И еще долго дед рассказывал о разнице между парижскими и рязанскими яблоками. Все одно и то же, только разными словами, пытаясь в точности передать то, что ему память сохранила от рассказов отца.
Внук рассказал деду, как он жил в Париже и как занимался художеством.
— А вы что поделываете? — спросил Кропило в свою очередь деда.
— Как что: роботам. Колеса делаю, как завсегда, — ответил дед.
Дед не особенно одобрительно отнесся к художественной деятельности внука и с большой охотой перешел к расспросам по земельному вопросу.
Узнав о приезде Кропило, мужики, и родные, и знакомые, зачастили к нему.
Одни смотрели на него косо и робко. Другие с участием расспрашивали о его ссылке и скитальческой жизни, И все в один голос просили его объяснить им разные программы. Некоторые мужики на него смотрели ласково, и столько было в их глазах, в немного скрюченных руках, в наивных непривычных жестах, в их потном дыхании — столько было многовекового крестьянского упования, что у Кропило не поворачивался язык сказать о том, что он порвал со всякими программами, что он приехал сюда искать покоя. Нет, он не мог так жестоко разочаровать их. А лгать им, пронским мужикам, он тоже не мог.

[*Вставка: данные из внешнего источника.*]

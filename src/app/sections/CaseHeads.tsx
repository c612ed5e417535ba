import type { ReactNode } from "react";
import type { CaseView } from "../session/caseView.ts";
import { CaseMark } from "./CaseMark.tsx";

/** The head of a table with two columns a case. */
export function CaseHeads({ cases, first }: { cases: readonly CaseView[]; first: ReactNode }) {
  return (
    <thead>
      <tr>
        <th scope="col" className="text">
          {first}
        </th>
        {cases.map((view) => (
          <th scope="colgroup" colSpan={2} key={view.id}>
            <CaseMark mark={view.mark} /> {view.name}
          </th>
        ))}
      </tr>
    </thead>
  );
}
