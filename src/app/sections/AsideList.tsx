import type { Aside } from "../session/session.ts";
import { FailureList } from "./FailureList.tsx";
import { Fold } from "./Fold.tsx";

/** A list no longer than this stands open: it is read sooner than it is opened. */
const shownAtOnce = 8;

/** What of the drops was not used: faults in sight, files left out in a fold. */
export function AsideList({ aside, fault = false }: { aside: Aside; fault?: boolean }) {
  const { leftOut, failures, warnings } = aside;
  const list = (
    <ul className="left-out">
      {leftOut.map(({ name, reason }) => (
        <li key={name}>
          <span className="well">{name}</span> {reason}
        </li>
      ))}
    </ul>
  );
  return (
    <>
      {failures.length > 0 && <FailureList failures={failures} fault={fault} />}
      {warnings.map((warning) => (
        <p className="warning" key={warning}>
          {warning}
        </p>
      ))}
      {leftOut.length > 0 &&
        (fault ? (
          list
        ) : (
          <Fold
            name="Left out"
            open={leftOut.length <= shownAtOnce}
            fact={leftOut.length === 1 ? "1 file" : `${leftOut.length} files`}
          >
            {list}
          </Fold>
        ))}
    </>
  );
}
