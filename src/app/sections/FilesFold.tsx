import type { Preview } from "../../core/records.ts";
import { formatCount, formatPosition } from "../../figures/formatNumber.ts";
import type { CaseView } from "../session/caseView.ts";
import { Fold } from "./Fold.tsx";
import { TableScroll } from "./TableScroll.tsx";

const origins = {
  sheet: "case sheet",
  column: "x column",
  comment: "comment line",
  name: "file name",
  hand: "typed here",
} as const;

/** Every file: what its columns were taken as, where it stands and how that is known. */
export function FilesFold({ cases, previews }: { cases: readonly CaseView[]; previews: readonly Preview[] }) {
  const count = cases.reduce((sum, view) => sum + view.of.sources.length, 0);
  const byName = new Map(previews.map((preview) => [preview.file, preview]));
  return (
    <Fold name="Files, columns, units, positions" fact={`${formatCount(count)} files`}>
      <TableScroll label="Files">
        <table className="data">
          <thead>
            <tr>
              <th scope="col">File</th>
              <th scope="col" className="text">
                Columns
              </th>
              <th scope="col">Lines, about</th>
              <th scope="col">
                <i className="sym">x</i>
              </th>
              <th scope="col" className="text">
                Position from
              </th>
            </tr>
          </thead>
          <tbody>
            {cases.flatMap((view) =>
              view.of.sources.map((source) => (
                <FileRow
                  key={view.id + source.name}
                  name={source.name}
                  view={view}
                  preview={byName.get(source.name)}
                />
              )),
            )}
          </tbody>
        </table>
      </TableScroll>
    </Fold>
  );
}

function FileRow({ name, view, preview }: { name: string; view: CaseView; preview: Preview | undefined }) {
  const notes = (view.reduced?.sources ?? []).filter((source) => source.name === name);
  const xs = [...new Set(notes.map((note) => note.x).filter((x) => x !== null))];
  const position = notes[0]?.position ?? null;
  return (
    <tr>
      <td>
        <span className="well">{name}</span>
      </td>
      <td className="text wrap">{preview ? columnsText(preview) : "–"}</td>
      <td>{preview ? formatCount(Number(preview.estimatedRows.toPrecision(3))) : "–"}</td>
      <td>{xs.length === 0 ? "–" : xs.length === 1 ? formatPosition(xs[0]) : `${xs.length} positions`}</td>
      <td className="text">{position === null ? "–" : origins[position]}</td>
    </tr>
  );
}

/** "t (s), u (m/s), v (m/s); T not used" */
function columnsText({ columns }: Preview): string {
  const used = columns.filter((column) => column.role !== null);
  const unused = columns.filter((column) => column.role === null);
  const text = ({ heading, number }: (typeof columns)[number]) => heading || `column ${number}`;
  const taken = used.map((column) => {
    const unit = column.unit === null ? "" : ` (${column.unit})`;
    const name = text(column);
    return name === column.role ? name + unit : `${name}${unit} as ${column.role}`;
  });
  return taken.join(", ") + (unused.length > 0 ? `; not used: ${unused.map(text).join(", ")}` : "");
}
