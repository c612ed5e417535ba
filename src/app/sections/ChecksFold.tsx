import { unitOf } from "../../core/unitText.ts";
import { formatDigits, formatPosition, withUnit } from "../../figures/formatNumber.ts";
import { quantityText } from "../../figures/formatQuantity.ts";
import type { CaseView } from "../session/caseView.ts";
import { CaseMark } from "./CaseMark.tsx";
import { Fold } from "./Fold.tsx";
import { formatted } from "./QuantityText.tsx";
import { RichText } from "./RichText.tsx";
import { TableScroll } from "./TableScroll.tsx";

/** Every check of every record that found something, and probes at one x that were held against each other. */
export function ChecksFold({ cases }: { cases: readonly CaseView[] }) {
  const found = cases.flatMap((view) =>
    view.stations.flatMap((station) => station.flags.map((flag) => ({ view, station, flag }))),
  );
  const probes = cases.flatMap((view) =>
    view.stations.flatMap((station) => (station.probes ?? []).map((probe) => ({ view, station, probe }))),
  );
  if (found.length === 0 && probes.length === 0) return null;
  return (
    <Fold name="Checks of the records" fact={`${found.length} found`}>
      {found.length > 0 && (
        <TableScroll label="Checks">
          <table className="data dense">
            <thead>
              <tr>
                <th scope="col">Station</th>
                <th scope="col" className="text">
                  Found
                </th>
                <th scope="col">Figure</th>
              </tr>
            </thead>
            <tbody>
              {found.map(({ view, station, flag }) => (
                <tr key={`${view.id} ${station.x} ${flag.code} ${flag.text}`}>
                  <td>
                    <CaseMark mark={view.mark} /> {placeOf(view, station.x)}
                  </td>
                  <td className="text wrap">
                    <RichText text={flag.text} />
                  </td>
                  <td>{flag.value === undefined ? "–" : formatDigits(flag.value, 3)}</td>
                </tr>
              ))}
            </tbody>
          </table>
        </TableScroll>
      )}
      {probes.length > 0 && (
        <TableScroll label="Probes at one position">
          <table className="data dense">
            <thead>
              <tr>
                <th scope="col">Probe</th>
                <th scope="col">y, z</th>
                <th scope="col">U</th>
                <th scope="col">u′</th>
              </tr>
            </thead>
            <tbody>
              {probes.map(({ view, station, probe }, i) => (
                // biome-ignore lint/suspicious/noArrayIndexKey: probes of one file at one x have no name of their own
                <tr key={i}>
                  <td>
                    <CaseMark mark={view.mark} /> {placeOf(view, station.x)}, {probe.file}
                  </td>
                  <td>
                    {[probe.y, probe.z].map((at) => (at === null ? "–" : formatPosition(at))).join(", ")}
                  </td>
                  <td>{quantityText(formatted(probe.U, { label: "U", units: view.units }))}</td>
                  <td>{quantityText(formatted(probe.u_rms, { label: "U", units: view.units }))}</td>
                </tr>
              ))}
            </tbody>
          </table>
        </TableScroll>
      )}
    </Fold>
  );
}

const placeOf = ({ along, units }: CaseView, x: number) =>
  withUnit(formatPosition(x), unitOf(along === "t" ? "T" : "L", units));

Кропило решил, во избежание фальшивых речей и разговоров с мужиками, жаждавшими научиться революционной мудрости, бежать из деревни. Покой, о каком думал Кропило, можно было обресть только в степи, да в чистом поле, да в дремучем лесу. Но ни в лес, ни в поле, ни в степь Кропило не мог уйти.
Он бежал из деревни опять в город, в Москву.
* * *
Кропило поселился в Марьиной роще, в Тузовом тупике. К нему вскоре приехала и Соланж. Она удивилась, увидав, что ее муж был в поддевке и подстрижен в кружало. Но она не заметила, что Кропило стал молчалив и засел за малевание каких-то старинных усадеб, хуторков, избяных поселков, палисадников возле уютных домиков… Кропило закрылся от француженки, отгородил свою душу от нее стеною молчания.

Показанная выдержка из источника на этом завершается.